Under no circumstances alter the records; copy each one exactly.

• _Saved entries_
[Start of section]
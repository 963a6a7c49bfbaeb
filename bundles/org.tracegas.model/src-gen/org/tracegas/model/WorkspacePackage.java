/**
 */
package org.tracegas.model;

import org.eclipse.emf.ecore.EAttribute;
import org.eclipse.emf.ecore.EClass;
import org.eclipse.emf.ecore.EDataType;
import org.eclipse.emf.ecore.EEnum;
import org.eclipse.emf.ecore.EPackage;
import org.eclipse.emf.ecore.EReference;
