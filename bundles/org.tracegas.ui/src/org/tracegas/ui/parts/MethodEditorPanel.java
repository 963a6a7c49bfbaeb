package org.tracegas.ui.parts;

import java.util.LinkedHashMap;
import java.util.List;
import java.util.Locale;
import java.util.Map;
import java.util.Set;
import java.util.TreeSet;

import org.eclipse.core.runtime.RegistryFactory;
import org.eclipse.emf.common.command.CommandStackListener;
import org.eclipse.emf.common.command.CompoundCommand;
import org.eclipse.emf.ecore.EStructuralFeature;
import org.eclipse.emf.edit.command.AddCommand;
import org.eclipse.emf.edit.command.RemoveCommand;
import org.eclipse.emf.edit.command.SetCommand;
import org.eclipse.jface.fieldassist.ControlDecoration;
import org.eclipse.swt.SWT;
import org.eclipse.swt.custom.SashForm;
import org.eclipse.swt.custom.ScrolledComposite;
import org.eclipse.swt.graphics.GC;
import org.eclipse.swt.graphics.Image;
import org.eclipse.swt.layout.GridData;
import org.eclipse.swt.layout.GridLayout;
import org.eclipse.swt.widgets.Button;
import org.eclipse.swt.widgets.Combo;
import org.eclipse.swt.widgets.Composite;
import org.eclipse.swt.widgets.Display;
import org.eclipse.swt.widgets.Label;
import org.eclipse.swt.widgets.Text;
import org.tracegas.library.io.FileFormatException;
import org.tracegas.method.MethodVersions;
import org.tracegas.method.StoredMethod;
import org.tracegas.model.AnalysisMethod;
import org.tracegas.model.AnalysisRegion;
import org.tracegas.model.ContentVersion;
import org.tracegas.model.MethodVersion;
import org.tracegas.model.WorkspaceFactory;
import org.tracegas.model.WorkspacePackage.Literals;
import org.tracegas.model.edit.ModelEditor;
import org.tracegas.preprocess.StepRegistry;
import org.tracegas.store.Session;
import org.tracegas.store.WorkspaceStore;
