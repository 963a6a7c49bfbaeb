/**
 */
package org.tracegas.model.impl;

import java.time.Instant;

import java.util.Collection;

import org.eclipse.emf.common.notify.Notification;

import org.eclipse.emf.common.util.EList;

import org.eclipse.emf.ecore.EClass;

import org.eclipse.emf.ecore.impl.ENotificationImpl;

import org.eclipse.emf.ecore.util.EDataTypeUniqueEList;

import org.tracegas.model.Provenance;
import org.tracegas.model.Result;
import org.tracegas.model.ResultConditions;
import org.tracegas.model.ResultFlag;
import org.tracegas.model.WorkspacePackage;
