package org.tracegas.importer.example;

import java.io.IOException;
import java.time.Duration;
import java.util.List;
import java.util.Set;

import org.tracegas.qa.checks.AcceptanceLimits;
import org.tracegas.qa.checks.CheckOutcome;
import org.tracegas.qa.checks.QaCheck;
import org.tracegas.qa.checks.QaInputs;
import org.tracegas.qa.checks.QaReading;
import org.tracegas.qa.checks.Rule;

/**
 * A leak check of the sampling cell, as an example of a QA check a lab contributes: the cell is evacuated and
 * sealed, and readings of the role {@value #ROLE} record its pressure as it rises. The rise per minute between
 * the first and the last of them, as a percentage of the barometric pressure the QA plan states (key
 * {@code barometric-pressure}, kPa), must stay below the limit.
 */
public final class CellLeakCheck implements QaCheck {

    /** Role of the readings of the sealed cell. */
    public static final String ROLE = "leak-check";
    /** The largest pressure rise per minute, % of the barometric pressure. */
    public static final double LIMIT_PERCENT_PER_MINUTE = 4.0;

    @Override
    public String name() {
        return "cell-leak";
    }

    @Override
    public Set<String> readings() {
        return Set.of(ROLE);
    }

    @Override
    public Set<String> settings() {
        return Set.of("barometric-pressure");
    }

    /** @throws IllegalArgumentException if the barometric pressure is not positive or the readings span no time */
    @Override
    public List<CheckOutcome> evaluate(QaInputs inputs) throws IOException {
        List<QaReading> sealed = inputs.readings(ROLE);
        if (sealed.size() < 2) {
            return List.of();
        }
        double barometric = inputs.settings().number("barometric-pressure");
        if (!(barometric > 0)) {
            throw new IllegalArgumentException("barometric-pressure must be positive, was " + barometric + " kPa");
        }
        QaReading first = sealed.get(0);
        QaReading last = sealed.get(sealed.size() - 1);
        double minutes = Duration.between(first.time(), last.time()).toMillis() / 60_000.0;
        if (!(minutes > 0)) {
            throw new IllegalArgumentException("the leak-check readings span no time: all at " + first.time());
        }
        double percentPerMinute = (last.cellPressureKPa() - first.cellPressureKPa()) / barometric * 100 / minutes;
        return List.of(CheckOutcome.judge("Cell leak rate", percentPerMinute, "% of barometric per min",
                AcceptanceLimits.atMost(LIMIT_PERCENT_PER_MINUTE), new Rule("the sealed, evacuated cell's pressure "
                        + "rises by less than 4 % of the barometric pressure per minute",
                        "EPA field-test leak-check checklist: %VL = (dP/Pb) x 100 over 1 min, < 4 % "
                                + "(nepis.epa.gov, Dockey 9100AWUC)")));
    }
}
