/**
 */
package org.tracegas.model;

import org.eclipse.emf.ecore.EAttribute;
import org.eclipse.emf.ecore.EClass;
import org.eclipse.emf.ecore.EDataType;
import org.eclipse.emf.ecore.EEnum;
import org.eclipse.emf.ecore.EPackage;
import org.eclipse.emf.ecore.EReference;
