#!/usr/bin/env bash
# Fails when the committed model code differs from what the genmodel generates:
# deletes src-gen, regenerates it and compares with git (changed, deleted and new files).
set -euo pipefail
here=$(cd "${0%/*}" && pwd)
bundle=$(cd "$here/../../bundles/org.tracegas.model" && pwd)
rm -rf "$bundle/src-gen"
"$here/generate.sh"
git -C "$bundle" diff --exit-code -- src-gen plugin.xml
untracked=$(git -C "$bundle" ls-files --others --exclude-standard -- src-gen)
if [ -n "$untracked" ]; then
  echo "generated files missing from the repository:" >&2
  echo "$untracked" >&2
  exit 1
fi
[End of section]
• _Written solution_
repository 963a6a7c49bfbaeb
filename bundles/org.tracegas.model/src-gen/org/tracegas/model/WorkspacePackage.java
/**
 */
package org.tracegas.model;

import org.eclipse.emf.ecore.EAttribute;
import org.eclipse.emf.ecore.EClass;
import org.eclipse.emf.ecore.EDataType;
import org.eclipse.emf.ecore.EEnum;
import org.eclipse.emf.ecore.EPackage;
import org.eclipse.emf.ecore.EReference;
filename bundles/org.tracegas.ui/src/org/tracegas/ui/parts/MethodEditorPanel.java
repository 963a6a7c49bfbaeb
package org.tracegas.ui.parts;

import java.util.LinkedHashMap;
import java.util.List;
import java.util.Locale;
import java.util.Map;
import java.util.Set;
import java.util.TreeSet;

import org.eclipse.core.runtime.RegistryFactory;
import org.eclipse.emf.common.command.CommandStackListener;
import org.eclipse.emf.common.command.CompoundCommand;
import org.eclipse.emf.ecore.EStructuralFeature;
import org.eclipse.emf.edit.command.AddCommand;
import org.eclipse.emf.edit.command.RemoveCommand;
import org.eclipse.emf.edit.command.SetCommand;
import org.eclipse.jface.fieldassist.ControlDecoration;
import org.eclipse.swt.SWT;
import org.eclipse.swt.custom.SashForm;
import org.eclipse.swt.custom.ScrolledComposite;
import org.eclipse.swt.graphics.GC;
import org.eclipse.swt.graphics.Image;
import org.eclipse.swt.layout.GridData;
import org.eclipse.swt.layout.GridLayout;
import org.eclipse.swt.widgets.Button;
import org.eclipse.swt.widgets.Combo;
import org.eclipse.swt.widgets.Composite;
import org.eclipse.swt.widgets.Display;
import org.eclipse.swt.widgets.Label;
import org.eclipse.swt.widgets.Text;
import org.tracegas.library.io.FileFormatException;
import org.tracegas.method.MethodVersions;
import org.tracegas.method.StoredMethod;
import org.tracegas.model.AnalysisMethod;
import org.tracegas.model.AnalysisRegion;
import org.tracegas.model.ContentVersion;
import org.tracegas.model.MethodVersion;
import org.tracegas.model.WorkspaceFactory;
import org.tracegas.model.WorkspacePackage.Literals;
import org.tracegas.model.edit.ModelEditor;
import org.tracegas.preprocess.StepRegistry;
import org.tracegas.store.Session;
import org.tracegas.store.WorkspaceStore;
repository 963a6a7c49bfbaeb
/**
 */
package org.tracegas.model.impl;

import java.time.Instant;

import java.util.Collection;

import org.eclipse.emf.common.notify.Notification;

import org.eclipse.emf.common.util.EList;

import org.eclipse.emf.ecore.EClass;

import org.eclipse.emf.ecore.impl.ENotificationImpl;

import org.eclipse.emf.ecore.util.EDataTypeUniqueEList;

import org.tracegas.model.Provenance;
import org.tracegas.model.Result;
import org.tracegas.model.ResultConditions;
import org.tracegas.model.ResultFlag;
import org.tracegas.model.WorkspacePackage;
package org.tracegas.importer.example;

import java.io.IOException;
import java.time.Duration;
import java.util.List;
import java.util.Set;

import org.tracegas.qa.checks.AcceptanceLimits;
import org.tracegas.qa.checks.CheckOutcome;
import org.tracegas.qa.checks.QaCheck;
import org.tracegas.qa.checks.QaInputs;
import org.tracegas.qa.checks.QaReading;
import org.tracegas.qa.checks.Rule;

/**
 * A leak check of the sampling cell, as an example of a QA check a lab contributes: the cell is evacuated and
 * sealed, and readings of the role {@value #ROLE} record its pressure as it rises. The rise per minute between
 * the first and the last of them, as a percentage of the barometric pressure the QA plan states (key
 * {@code barometric-pressure}, kPa), must stay below the limit.
 */
public final class CellLeakCheck implements QaCheck {

    /** Role of the readings of the sealed cell. */
    public static final String ROLE = "leak-check";
    /** The largest pressure rise per minute, % of the barometric pressure. */
    public static final double LIMIT_PERCENT_PER_MINUTE = 4.0;

    @Override
    public String name() {
        return "cell-leak";
    }

    @Override
    public Set<String> readings() {
        return Set.of(ROLE);
    }

    @Override
    public Set<String> settings() {
        return Set.of("barometric-pressure");
    }

    /** @throws IllegalArgumentException if the barometric pressure is not positive or the readings span no time */
    @Override
    public List<CheckOutcome> evaluate(QaInputs inputs) throws IOException {
        List<QaReading> sealed = inputs.readings(ROLE);
        if (sealed.size() < 2) {
            return List.of();
        }
        double barometric = inputs.settings().number("barometric-pressure");
        if (!(barometric > 0)) {
            throw new IllegalArgumentException("barometric-pressure must be positive, was " + barometric + " kPa");
        }
        QaReading first = sealed.get(0);
        QaReading last = sealed.get(sealed.size() - 1);
        double minutes = Duration.between(first.time(), last.time()).toMillis() / 60_000.0;
        if (!(minutes > 0)) {
            throw new IllegalArgumentException("the leak-check readings span no time: all at " + first.time());
        }
        double percentPerMinute = (last.cellPressureKPa() - first.cellPressureKPa()) / barometric * 100 / minutes;
        return List.of(CheckOutcome.judge("Cell leak rate", percentPerMinute, "% of barometric per min",
                AcceptanceLimits.atMost(LIMIT_PERCENT_PER_MINUTE), new Rule("the sealed, evacuated cell's pressure "
                        + "rises by less than 4 % of the barometric pressure per minute",
                        "EPA field-test leak-check checklist: %VL = (dP/Pb) x 100 over 1 min, < 4 % "
                                + "(nepis.epa.gov, Dockey 9100AWUC)")));
    }
}
/**
 */
package org.tracegas.model;

import org.eclipse.emf.ecore.EAttribute;
import org.eclipse.emf.ecore.EClass;
import org.eclipse.emf.ecore.EDataType;
import org.eclipse.emf.ecore.EEnum;
import org.eclipse.emf.ecore.EPackage;
import org.eclipse.emf.ecore.EReference;
#!/usr/bin/env bash
# Fails when the committed model code differs from what the genmodel generates:
# deletes src-gen, regenerates it and compares with git (changed, deleted and new files).
set -euo pipefail
here=$(cd "${0%/*}" && pwd)
bundle=$(cd "$here/../../bundles/org.tracegas.model" && pwd)
rm -rf "$bundle/src-gen"
"$here/generate.sh"
git -C "$bundle" diff --exit-code -- src-gen plugin.xml
untracked=$(git -C "$bundle" ls-files --others --exclude-standard -- src-gen)
if [ -n "$untracked" ]; then
  echo "generated files missing from the repository:" >&2
  echo "$untracked" >&2
  exit 1
fi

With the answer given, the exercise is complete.